Spam is a massive problem - it currently accounts for between 1/3 and 1/2 of all emails and costs companies billions of dollars as the result of lower productivity, loss of legitimate messages and the need for increased bandwidth and storage. In a bid to try solve the problem, IBM has brought together scientists from different areas of research division to develop an enterprise anti-spam filtering system which combines several different filtering technologies to create the ultimate anti-spam system. For example one of the spam filters - Chung-Kwei - is a pattern-discovery-based system which uses an algorithm developed by life sciences researchers focused tackling computational biology challenges such as gene finding and protein annotation. By itself, Chung-Kwei detected 96.56 percent of spam messages with just a .066 percent false positive rate during tests conducted in IBM’s labs. By combining Chung-Kwei with the other spam filtering techniques, IBM researchers have created SpamGuru - a prototype anti-spam system which they believe has the potential to eliminate virtually all spam.

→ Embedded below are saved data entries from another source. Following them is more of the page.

// Scores follow the factor basis: for L T and Phi -> T^-1 Phi T^-T (change_factor_basis),
// both estimators give T^-1 f (substitute into the formulas: (T' M T)^-1 T' = T^-1 M^-1 and
// (T' Phi^-1 T + T' M T)^-1 T' = T^-1 (Phi^-1 + M)^-1), and the residuals e = z - L T T^-1 f
// do not change. T oblique (cond about 4) and orthogonal. Tolerance 1e-12 on scores of size
// about 1 (a few k x k solves) and 1e-15 on residuals of size 1e-2.
TEST(FactorScores, FollowAChangeOfFactorBasisAndResidualsDoNot) {
  const GappyCase c = gappy_case();
  Eigen::MatrixXd oblique(3, 3);
  oblique << 0.8, -0.5, 0.1, 0.4, 1.2, 0.3, 0.0, 0.6, 1.5;
  std::mt19937_64 rng(7);
  std::normal_distribution<double> normal;
  Eigen::MatrixXd g(3, 3);
  for (int i = 0; i < 9; ++i) g(i / 3, i % 3) = normal(rng);
  const Eigen::MatrixXd orthogonal = Eigen::HouseholderQR<Eigen::MatrixXd>(g).householderQ();
  for (const Eigen::MatrixXd& T : {oblique, orthogonal}) {
    FactorFit moved = c.fit;
    change_factor_basis(moved, T);
    for (ScoreMethod method : {ScoreMethod::bartlett, ScoreMethod::regression}) {
      const FactorScores before = factor_scores(c.panel, c.fit, method);
      const FactorScores after = factor_scores(c.panel, moved, method);
      const Eigen::MatrixXd expected = before.scores * T.inverse().transpose();  // rows f' T^-T
      const ResidualReturns e_before = residual_returns(c.panel, c.fit, before, c.fit.assets);
      const ResidualReturns e_after = residual_returns(c.panel, moved, after, c.fit.assets);
      for (Eigen::Index t = 0; t < c.panel.periods(); ++t) {
        if (before.scores.row(t).hasNaN()) {
          EXPECT_TRUE(after.scores.row(t).array().isNaN().all());
          continue;
        }
        EXPECT_LT((after.scores.row(t) - expected.row(t)).cwiseAbs().maxCoeff(), 1e-12) << to_string(method) << t;
        for (Eigen::Index i = 0; i < e_before.residuals.cols(); ++i) {
          const double a = e_before.residuals(t, i), b = e_after.residuals(t, i);
          if (std::isnan(a))
            EXPECT_TRUE(std::isnan(b));
          else
            EXPECT_NEAR(a, b, 1e-15) << to_string(method) << t << "," << i;
        }
      }
    }
  }
}
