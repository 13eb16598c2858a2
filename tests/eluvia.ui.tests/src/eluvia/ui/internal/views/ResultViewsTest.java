package eluvia.ui.internal.views;

import static org.junit.jupiter.api.Assertions.assertEquals;
import static org.junit.jupiter.api.Assertions.assertNotNull;
import static org.junit.jupiter.api.Assertions.assertNull;
import static org.junit.jupiter.api.Assertions.assertTrue;

import java.nio.file.Path;
import java.util.List;

import org.eclipse.swt.SWT;
import org.eclipse.swt.custom.SashForm;
import org.junit.jupiter.api.Test;
import org.junit.jupiter.api.io.TempDir;

import eluvia.design.ContaminantFlushing;
import eluvia.design.DesignPipeline;
import eluvia.design.DesignRun;
import eluvia.design.FlushingMethod;
import eluvia.report.chart.BarChart;
import eluvia.site.model.UnitSystem;
import eluvia.transport.CleanupCriterion;
import eluvia.ui.internal.ProjectFixture;

/** The chart views show the pipeline's numbers as the report bundle's charts. */
final class ResultViewsTest {

    @TempDir
    Path dir;

    @Test
    void thePoreVolumesChartHoldsThePipelinesNumbersAndIsDrawn() throws Exception {
        try (ProjectFixture f = ProjectFixture.example(dir, UnitSystem.SI)) {
            SashForm host = new SashForm(f.gui.shell, SWT.VERTICAL);
            PoreVolumesView view = new PoreVolumesView(host, f.documents);
            f.gui.shell.layout(true, true);
            f.awaitResults();
            f.gui.flush();
            assertNotNull(view.shownRun());
            DesignRun direct = DesignPipeline.run(f.document.snapshot());
            ContaminantFlushing expected = direct.flushing().get(0).contaminants().get(0);
            assertEquals(direct.flushing().get(0).designName(), view.firstCombo().getText());
            assertEquals(expected.contaminantName(), view.secondCombo().getText());
            BarChart chart = (BarChart) view.canvas().chart();
            assertEquals(List.of(CleanupCriterion.EFFLUENT.description(), CleanupCriterion.MEAN_RESIDUAL.description(),
                    CleanupCriterion.MAX_RESIDUAL.description()), chart.categories());
            for (int i = 0; i < 3; i++) {
                var e = expected.estimate(CleanupCriterion.values()[i]);
                // the bars are the pipeline's own figures, run independently here
                assertEquals(e.result().poreVolumes(), chart.series().get(0).values()[i], 1e-9 * e.result().poreVolumes());
                assertEquals(e.wellMixedPoreVolumes(), chart.series().get(1).values()[i], 1e-9 * e.wellMixedPoreVolumes());
                assertEquals(e.plugFlowPoreVolumes(), chart.series().get(2).values()[i], 1e-9 * e.plugFlowPoreVolumes());
                // the well-mixed estimate is the slow bound and plug flow (T = R) the fast one
                // (REFERENCES.md: P -> 0 and P -> infinity limits of the finite layer)
                assertTrue(e.plugFlowPoreVolumes() <= e.result().poreVolumes() + 1e-9);
            }
            f.gui.shell.setSize(1280, 860);
            f.gui.flush();
            view.canvas().redraw();
            f.gui.flush();
            assertTrue(view.canvas().renderCount() > 0, "the chart was drawn");
            f.gui.screenshot("pore-volumes-view");

            // another contaminant of the same design
            view.secondCombo().select(1);
            view.secondCombo().notifyListeners(SWT.Selection, null);
            assertEquals(direct.flushing().get(0).contaminants().get(1).estimate(CleanupCriterion.EFFLUENT).result()
                    .poreVolumes(), ((BarChart) view.canvas().chart()).series().get(0).values()[0], 1e-6);

            // the second design is held to the two-region solution: its bars are that solution's figures
            view.firstCombo().select(1);
            view.firstCombo().notifyListeners(SWT.Selection, null);
            ContaminantFlushing tce = direct.flushing().get(1).contaminants().stream()
                    .filter(c -> c.governingMethod() == FlushingMethod.TWO_REGION).findFirst().orElseThrow();
            view.secondCombo().select(List.of(view.secondCombo().getItems()).indexOf(tce.contaminantName()));
            view.secondCombo().notifyListeners(SWT.Selection, null);
            BarChart governed = (BarChart) view.canvas().chart();
            assertTrue(governed.series().get(0).name().contains(FlushingMethod.TWO_REGION.label()), governed.series().get(0).name());
            for (int i = 0; i < 3; i++) {
                assertEquals(tce.governingResult(CleanupCriterion.values()[i]).poreVolumes(),
                        governed.series().get(0).values()[i], 1e-9);
            }
        }
    }

    @Test
    void withoutAProjectTheViewsSayNothingIsOpen() throws Exception {
        try (ProjectFixture f = ProjectFixture.example(dir, UnitSystem.SI)) {
            f.documents.unregister(f.document);
            SashForm host = new SashForm(f.gui.shell, SWT.VERTICAL);
            PoreVolumesView view = new PoreVolumesView(host, f.documents);
            FlushingResultsView results = new FlushingResultsView(host, f.documents);
            f.gui.flush();
            assertNull(view.canvas().chart());
            assertEquals("No project is open.", results.statusText());
            f.documents.register(f.document, f.editor);
        }
    }
}
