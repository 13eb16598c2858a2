package eluvia.ui.internal.views;

import static org.junit.jupiter.api.Assertions.assertEquals;
import static org.junit.jupiter.api.Assertions.assertNotNull;
import static org.junit.jupiter.api.Assertions.assertTrue;

import java.nio.file.Path;
import java.util.List;

import org.eclipse.swt.SWT;
import org.eclipse.swt.custom.CTabFolder;
import org.eclipse.swt.custom.CTabItem;
import org.junit.jupiter.api.Test;
import org.junit.jupiter.api.io.TempDir;

import eluvia.report.chart.DepthProfile;
import eluvia.report.chart.LineChart;
import eluvia.report.chart.ValuePoint;
import eluvia.site.model.UnitSystem;
import eluvia.ui.internal.Gui;
import eluvia.ui.internal.ProjectFixture;
import eluvia.ui.internal.document.ResultState;
import eluvia.ui.internal.preferences.UiPreferences;

/**
 * The result views draw their charts in the user's unit system and draw them again when it
 * changes, with no new design run: lengths in feet, volumes in cubic yards, concentrations as they are.
 */
final class UnitSystemChartsTest {

    /** 1 ft = 0.3048 m exactly (the international foot of 1959; NIST SP 811, 2008, Appendix B.8). */
    private static final double METRES_PER_FOOT = 0.3048;
    /** 1 yd = 3 ft exactly (NIST SP 811, 2008, Appendix B.8), so 1 yd3 = (0.9144 m)^3. */
    private static final double CUBIC_METRES_PER_CUBIC_YARD = Math.pow(3 * METRES_PER_FOOT, 3);

    @TempDir
    Path dir;

    @Test
    void chartsFollowTheUnitPreferenceAndRedrawWhenItChanges() throws Exception {
        try (ProjectFixture f = ProjectFixture.example(dir, UnitSystem.SI); Gui viewShell = Gui.open(1100, 760)) {
            CTabFolder tabs = new CTabFolder(viewShell.shell, SWT.TOP);
            String[] kinds = { "plan", "section", "enlargement", "depthProfiles" };
            Object[] views = new Object[kinds.length];
            for (int i = 0; i < kinds.length; i++) {
                CTabItem item = new CTabItem(tabs, SWT.NONE);
                item.setText(kinds[i]);
                var v = ResultPart.create(kinds[i], tabs, f.documents);
                item.setControl(v);
                views[i] = v;
            }
            tabs.setSelection(0);
            viewShell.show();
            ResultState state = f.awaitResults();
            assertEquals(ResultState.Status.READY, state.status(), state.failure());
            DepthProfilesView depthView = (DepthProfilesView) views[3];
            f.gui.waitUntil("the depth profiles", () -> !depthView.busy() && depthView.canvas().chart() != null);
            eluvia.report.chart.PlanView planSi = (eluvia.report.chart.PlanView) ((PlanView) views[0]).canvas().chart();
            eluvia.report.chart.SectionView sectionSi = (eluvia.report.chart.SectionView) ((SectionView) views[1]).canvas().chart();
            LineChart volumeSi = (LineChart) ((EnlargementView) views[2]).canvas().chart();
            DepthProfile depthSi = (DepthProfile) depthView.canvas().chart();
            assertNotNull(planSi);
            assertEquals("m", planSi.eastingAxis().unit());
            assertEquals("m", depthSi.depthAxis().unit());
            String notesSi = ((PlanView) views[0]).notesText();
            var run = ((PlanView) views[0]).shownRun();

            UiPreferences.setUnitSystem(UnitSystem.US_CUSTOMARY);
            viewShell.flush();
            eluvia.report.chart.PlanView planUs = (eluvia.report.chart.PlanView) ((PlanView) views[0]).canvas().chart();
            eluvia.report.chart.SectionView sectionUs = (eluvia.report.chart.SectionView) ((SectionView) views[1]).canvas().chart();
            LineChart volumeUs = (LineChart) ((EnlargementView) views[2]).canvas().chart();
            DepthProfile depthUs = (DepthProfile) depthView.canvas().chart();
            assertEquals(run, ((PlanView) views[0]).shownRun(), "redrawn from the same run");

            assertEquals("ft", planUs.eastingAxis().unit());
            assertEquals("ft", planUs.northingAxis().unit());
            assertEquals("mg/kg", planUs.valueAxis().unit(), "concentrations are shown as computed");
            List<ValuePoint> si = planSi.points();
            List<ValuePoint> us = planUs.points();
            assertEquals(si.size(), us.size());
            for (int i = 0; i < si.size(); i++) {
                // the US value times the exact factor is the SI value
                assertEquals(si.get(i).x(), us.get(i).x() * METRES_PER_FOOT, 1e-12 * Math.abs(si.get(i).x()));
                assertEquals(si.get(i).y(), us.get(i).y() * METRES_PER_FOOT, 1e-12 * Math.abs(si.get(i).y()));
                assertEquals(si.get(i).value(), us.get(i).value(), 0.0);
            }
            assertEquals(planSi.grid().originX(), planUs.grid().originX() * METRES_PER_FOOT, 1e-12);
            assertEquals(planSi.grid().cellWidth(), planUs.grid().cellWidth() * METRES_PER_FOOT, 1e-12);
            assertTrue(((PlanView) views[0]).notesText().contains(" ft"),
                    "the notes follow too: " + ((PlanView) views[0]).notesText());
            assertTrue(!notesSi.contains(" ft"), notesSi);

            assertEquals("ft", sectionUs.depthAxis().unit());
            double[] sy = sectionSi.outlines().get(0).y();
            double[] uy = sectionUs.outlines().get(0).y();
            for (int i = 0; i < sy.length; i++) {
                assertEquals(sy[i], uy[i] * METRES_PER_FOOT, 1e-12 * Math.max(1, Math.abs(sy[i])));
            }

            assertEquals("yd\u00b3", volumeUs.yAxis().unit());
            double[] m3 = volumeSi.series().get(0).y();
            double[] yd3 = volumeUs.series().get(0).y();
            for (int i = 0; i < m3.length; i++) {
                assertEquals(m3[i], yd3[i] * CUBIC_METRES_PER_CUBIC_YARD, 1e-12 * Math.max(1, m3[i]));
            }

            assertEquals("ft", depthUs.depthAxis().unit());
            double[] dz = depthSi.profiles().get(0).y();
            double[] uz = depthUs.profiles().get(0).y();
            for (int i = 0; i < dz.length; i++) {
                assertEquals(dz[i], uz[i] * METRES_PER_FOOT, 1e-12 * Math.max(1, dz[i]));
            }
            assertTrue(java.util.Arrays.equals(depthSi.profiles().get(0).x(), depthUs.profiles().get(0).x()),
                    "concentrations are not converted");

            viewShell.idle(50);
            viewShell.screenshot("view-plan-us-customary");

            UiPreferences.setUnitSystem(UnitSystem.SI);
            viewShell.flush();
            assertEquals(planSi.data(), ((eluvia.report.chart.PlanView) ((PlanView) views[0]).canvas().chart()).data(),
                    "back in SI: the same chart as before");
        }
    }
}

SpamGuru: An Enterprise Anti-Spam Filtering System
IBM Research is developing an enterprise-class anti-spam filter as part of our overall strategy of attacking the Spam problem on multiple fronts. Our anti-spam filter, SpamGuru, mirrors this philosophy by incorporating several different filtering technologies and intelligently combining their output to produce a single spamminess rating or score for each incoming message. The use of multiple algorithms improves the system’s effectiveness and makes it more difficult for spammers to attack. While a spammer may defeat any single algorithm, SpamGuru can rely on its remaining algorithms to maintain a high-degree of effectiveness.
SpamGuru’s filtering architecture uses multiple classification algorithms which are integrated into a single classification pipeline. SpamGuru’s pipeline allows it to benefit from multiple classifiers with minimum extra computational cost. SpamGuru’s classification technologies include spoof detection, Bayesian filtering, plagiarism detection, automatically generated white- and black-lists, and Chung-Kwei, a novel technique that uses advanced pattern-matching algorithms developed by IBM’s bioinformatics group.
Chung-Kwei: a Pattern-discovery-based System for the Automatic Identification of Unsolicited E-mail Messages (SPAM)
Chung-Kwei is a system that we developed recently for the analysis of electronic mail and the automatic identification and tagging of unsolicited messages (=spam). The underlying method uses pattern-discovery and has its underpinnings in a generic approach that has been behind successful solutions we developed for tackling computational biology problems such as gene finding and protein annotation. Chung-Kwei can be trained very quickly using a body of known spam/white messages and can do so without interrupting the ongoing classification of incoming e-mail. The prototype system, that we developed by training on a repository of 87,000 spam and white messages, achieved a sensitivity of 96.56% with a false positive rate of 0.066%, or one-in-six-thousand messages. In terms of speed, the Chung-Kwei prototype is capable of classifying approximately 200 messages per second, on a 2.2 GHz Intel-Pentium platform.